Затем, снова разразившись, он продолжил: «Я повторяю, он обманул меня; его здесь нет».

Вопль разочарования вырвался из дома.

«Человек», — продолжал Эллистон, повышая голос, — «какого бы имени или нации он ни был, который нарушает свое слово, совершает преступление, которое——» Остальная часть этого сентимента Джозефа Сёрфейса была заглушена яростным шумом, и в течение нескольких минут он не мог заставить себя услышать, пока не вытащил несколько писем из кармана и не поднял их.

«Вот переписка», — сказал он. «Кто-нибудь здесь понимает по-немецки? Если да, не окажет ли он мне любезность, выйдя вперед?»

Бирмингемская публика, по-видимому, не была сильна в языках в те дни, ибо ни один джентльмен не вышел вперед.

«Неужели я остался один?» — воскликнул он трагическим тоном. «Ну, я переведу их для вас».

Здесь поднялся еще один шум, из которого вырвались два или три голоса: «Нет, нет». Подобно Бекингему, он решил истолковать эти два или три как «всеобщее одобрение».

«Ваши приказы будут выполнены», — сказал он, кланяясь и пряча переписку в карман, — «я не буду их читать. Но мои дорогие покровители, ваша доброта заслуживает некоторого удовлетворения с моей стороны; ваше внимание не останется без вознаграждения. Вы не скажете, что заплатили свои деньги ни за что. Благодарение небесам, я могу убедить вас в своей честности и представить вам часть развлечения, за которое вы заплатили. Богемца, злодея, здесь нет. Но камень здесь, и вы его увидите». Он подмигнул оркестру, который заиграл живую мелодию, и занавес поднялся, открыв огромный кусок песчаника, на котором была наклеена этикетка с надписью крупными буквами: «Это камень».

Едва ли стоит добавлять, что богема существовала лишь в воображении антрепренера. Однако возникает вопрос: не заслуживала ли обмана та публика, которую можно было собрать только на подобное зрелище?

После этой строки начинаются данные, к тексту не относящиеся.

impl RatioEstimator for KLRatio {
    /// Holds the kernel width fixed when it was searched (`sigma` is `None`).
    fn with_chosen(&self, chosen: &BTreeMap<String, f64>) -> Option<crate::ratio::BoxedEstimator> {
        let sigma = chosen
            .get("sigma")
            .copied()
            .filter(|_| self.sigma.is_none())?;
        let mut e = self.clone();
        e.sigma = Some(sigma);
        Some(Box::new(e))
    }

    fn fit(&self, source: MatrixView, target: MatrixView) -> Result<FittedRatio> {
        self.check()?;
        validate_pair(&source, &target, self.folds.max(2))?;
        let (st, zs, zt, warnings) = standardise_pair(source, target);
        let (n_s, n_t) = (zs.rows(), zt.rows());
        // Centres: seeded target rows, remembering which rows they are (for the CV).
        let b = self.n_basis.min(n_t);
        let centre_rows = {
            use rand::seq::index::sample;
            let mut r = crate::random::rng(self.seed ^ 0x6365_6e74_7265);
            let mut idx = sample(&mut r, n_t, b).into_vec();
            idx.sort_unstable();
            idx
        };
        let centres = zt.view().select_rows(&centre_rows);
        let median = kernel::median_distance(&[zs.view(), zt.view()], self.seed);
        let sigmas: Vec<f64> = match self.sigma {
            Some(s) => vec![s],
            None => self.sigma_multiples.iter().map(|m| m * median).collect(),
        };

        let mut table = Vec::new();
        let mut best = 0usize;
        if sigmas.len() > 1 {
            let fold_t = kfold_assignment(n_t, self.folds, self.seed ^ TARGET_FOLD_TAG)?;
            let fold_s = kfold_assignment(n_s, self.folds, self.seed ^ SOURCE_FOLD_TAG)?;
            // Per width: mean and standard error (sd / sqrt(folds)) of the per-fold scores.
            let mut stats: Vec<Option<(f64, f64)>> = Vec::with_capacity(sigmas.len());
            for &sigma in &sigmas {
                let kt = kernel_matrix(zt.view(), centres.view(), sigma);
                let ks = kernel_matrix(zs.view(), centres.view(), sigma);
                let per_fold = cv_score(
                    &kt,
                    &ks,
                    b,
                    &centre_rows,
                    &fold_t,
                    &fold_s,
                    self.folds,
                    self,
                );
                let st = per_fold.map(|v| crate::metrics::mean_and_std_error(&v));
                let (score, se) = st.unwrap_or((f64::INFINITY, f64::NAN));
                table.push(ScoreRow {
                    params: params([("sigma", sigma), ("std_error", se)]),
                    score,
                });
                stats.push(st);
            }
            best = choose_width(&sigmas, &stats, self.se_margin).ok_or_else(|| Error::Numerical {
                context: "KLIEP likelihood cross-validation".into(),
                reason: "no candidate width gave a finite held-out score; try larger sigma_multiples".into(),
            })?;
        }
        let sigma = sigmas[best];
        let kt = kernel_matrix(zt.view(), centres.view(), sigma);
        let h = crate::ratio::lsif::kernel_sums(zs.view(), centres.view(), &[sigma], false)
            .sum
            .remove(0);
        let h: Vec<f64> = h.iter().map(|v| v / n_s as f64).collect();
        let sol = solve_kliep_batch(&kt, b, None, &[(h.clone(), None)], self.tol, self.max_iter)
            .pop()
            .flatten()
            .ok_or_else(|| Error::Numerical {
            context: "KLIEP fit".into(),
            reason: format!(
                "the kernel width {sigma} is so small that some target row has no kernel mass at any centre; use a larger sigma"
            ),
        })?;
        let mut warnings = warnings;
        if sol.gap > self.tol {
            warnings.push(format!(
                "KLIEP stopped after {} iterations with objective gap bound {:.3e} > tol = {:.1e} ({})",
                sol.iterations, sol.gap, self.tol,
                if sol.iterations >= self.max_iter {
                    "max_iter reached; raise it for a tighter fit"
                } else {
                    "no further progress at floating-point precision; a tol this small cannot be certified here"
                }
            ));
        }
        let n_zero_h = h.iter().filter(|v| **v <= 0.0).count();
        if n_zero_h > 0 {
            warnings.push(format!(
                "{n_zero_h} centre(s) have no source mass at this width and were given coefficient 0"
            ));
        }
        let mut fitted = FittedRatio {
            kind: EstimatorKind::Kliep,
            standardizer: st,
            form: RatioForm::KernelExpansion { sigma, centres, coef: sol.alpha },
            source_weights: Vec::new(),
            selection: Selection {
                criterion: format!(
                    "minus held-out log-likelihood, {}-fold likelihood CV holding out {} rows (Sugiyama et al. 2008{})",
                    self.folds,
                    if self.cv == KliepCv::SourceAndTarget { "source and target" } else { "target" },
                    if self.cv == KliepCv::SourceAndTarget { ", normalised on held-out source rows" } else { "" }
                ),
                chosen: params([
                    ("sigma", sigma),
                    ("n_basis", b as f64),
                    ("folds", self.folds as f64),
                    ("median_distance", median),
                    ("objective", sol.objective),
                    ("gap_bound", sol.gap),
                    ("iterations", sol.iterations as f64),
                    ("cv_holds_out_source", if self.cv == KliepCv::SourceAndTarget { 1.0 } else { 0.0 }),
                    ("se_margin", self.se_margin),
                ]),
                table,
                ..Default::default()
            },
            meta: fit_meta(&source, &target, self.seed),
            warnings,
            encoding: None,
            cap: None,
        };
        fitted.source_weights = fitted.ratio(source)?;
        Ok(fitted)
    }
}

Не менее примечательная история рассказывается о его управлении театром в Вустере. Ради собственного бенефиса он анонсировал грандиозный фейерверк! Трудно было бы привести более веское доказательство доверчивости британской публики, чем то, что она проглотила подобное объявление. Театр был настолько мал, что подобное представление было практически невозможно. Незадолго до назначенного вечера Эллистон зашел к домовладельцу и в ходе разговора намекнул на опасность такого зрелища, как будто эта мысль только что пришла ему в голову; домовладелец встревожился и, как и ожидал Эллистон, запретил его. Тем не менее объявления остались на стенах, и в назначенный вечер театр был переполнен. Представление шло своим чередом, и администрация не делала никаких заявлений по поводу фейерверка, пока ропот не перерос в шум и громкие крики. Тогда, с присущим ему царственным видом, Эллистон вышел вперед и поклонился. Он сказал, что подготовил все самое необходимое для великолепного пиротехнического шоу; он сделал все возможное, но в последний момент его посетила ужасная мысль: не будет ли это опасно? Не соберется ли в стенах театра множество прелестных юных девушек, почтенных матрон, чтобы оказать ему честь? Что, если здание загорится — паника, борьба за жизнь — ах, он содрогался при одной этой мысли! Затем он подумал об имуществе этого достойнейшего человека, домовладельца — он поспешил посоветоваться с ним — и теперь он призывает его — вот он, сидит в ложе у сцены — публично заявить, к удовлетворению собравшейся перед ним почтенной публики, что он запретил представление из соображений безопасности. Домовладелец, человек весьма нервный, вжался в глубину своей ложи, испуганный тем, что каждый взгляд в зале был устремлен на него; но публика, благодарная за то, что избежала страшной опасности, разразилась громом аплодисментов.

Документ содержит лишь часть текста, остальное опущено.